Work to complete:
Your answer should be only the lines below from the one with "(1 + exp((phi" to the one with "sediment at about", repeated exactly, ends included.

Data supplied:
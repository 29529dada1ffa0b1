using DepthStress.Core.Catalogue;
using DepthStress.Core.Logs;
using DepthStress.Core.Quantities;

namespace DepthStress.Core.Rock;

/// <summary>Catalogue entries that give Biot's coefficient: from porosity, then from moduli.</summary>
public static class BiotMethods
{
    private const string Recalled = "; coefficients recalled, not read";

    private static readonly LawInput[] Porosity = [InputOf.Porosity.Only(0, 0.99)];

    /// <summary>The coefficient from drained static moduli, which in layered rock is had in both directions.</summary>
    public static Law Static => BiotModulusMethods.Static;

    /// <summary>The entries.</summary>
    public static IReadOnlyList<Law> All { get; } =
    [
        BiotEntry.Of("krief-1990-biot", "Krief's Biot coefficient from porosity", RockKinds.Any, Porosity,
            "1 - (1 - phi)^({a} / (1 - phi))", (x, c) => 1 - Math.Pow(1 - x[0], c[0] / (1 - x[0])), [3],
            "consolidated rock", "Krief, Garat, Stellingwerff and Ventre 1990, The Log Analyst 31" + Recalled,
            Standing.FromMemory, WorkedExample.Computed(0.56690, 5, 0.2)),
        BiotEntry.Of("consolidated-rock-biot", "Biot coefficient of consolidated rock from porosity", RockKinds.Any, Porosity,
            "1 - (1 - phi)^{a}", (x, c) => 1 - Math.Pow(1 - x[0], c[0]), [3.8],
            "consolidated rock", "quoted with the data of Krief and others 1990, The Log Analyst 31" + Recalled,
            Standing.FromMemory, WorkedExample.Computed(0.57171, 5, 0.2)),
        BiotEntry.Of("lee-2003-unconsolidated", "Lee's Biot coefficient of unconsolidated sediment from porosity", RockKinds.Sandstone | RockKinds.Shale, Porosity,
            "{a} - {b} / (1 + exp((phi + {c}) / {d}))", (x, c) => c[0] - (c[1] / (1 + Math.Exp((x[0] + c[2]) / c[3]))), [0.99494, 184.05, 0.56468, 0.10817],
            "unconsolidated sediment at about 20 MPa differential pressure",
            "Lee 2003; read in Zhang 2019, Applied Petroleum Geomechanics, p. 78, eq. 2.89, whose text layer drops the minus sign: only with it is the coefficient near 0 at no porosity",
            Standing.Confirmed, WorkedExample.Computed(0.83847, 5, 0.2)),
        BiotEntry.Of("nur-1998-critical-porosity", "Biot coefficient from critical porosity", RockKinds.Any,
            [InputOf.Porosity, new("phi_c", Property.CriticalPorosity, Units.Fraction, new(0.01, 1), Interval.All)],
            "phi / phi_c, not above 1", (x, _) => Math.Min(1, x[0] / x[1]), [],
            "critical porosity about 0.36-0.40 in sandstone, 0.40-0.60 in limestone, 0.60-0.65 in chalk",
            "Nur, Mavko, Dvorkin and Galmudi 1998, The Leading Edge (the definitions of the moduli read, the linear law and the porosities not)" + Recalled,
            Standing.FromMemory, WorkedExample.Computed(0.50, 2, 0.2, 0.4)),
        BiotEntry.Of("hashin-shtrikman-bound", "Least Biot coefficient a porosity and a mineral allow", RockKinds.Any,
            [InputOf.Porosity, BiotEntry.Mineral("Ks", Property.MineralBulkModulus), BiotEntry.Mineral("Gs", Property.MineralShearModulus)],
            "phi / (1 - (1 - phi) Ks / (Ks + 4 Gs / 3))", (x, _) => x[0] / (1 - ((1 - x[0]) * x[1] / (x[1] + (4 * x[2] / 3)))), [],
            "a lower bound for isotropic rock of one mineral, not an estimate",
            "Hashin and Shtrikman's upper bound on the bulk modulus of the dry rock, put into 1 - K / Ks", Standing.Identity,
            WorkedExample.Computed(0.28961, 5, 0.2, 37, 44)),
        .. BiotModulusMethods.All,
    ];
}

Response to the exercise:
            "{a} - {b} / (1 + exp((phi + {c}) / {d}))", (x, c) => c[0] - (c[1] / (1 + Math.Exp((x[0] + c[2]) / c[3]))), [0.99494, 184.05, 0.56468, 0.10817],
            "unconsolidated sediment at about 20 MPa differential pressure",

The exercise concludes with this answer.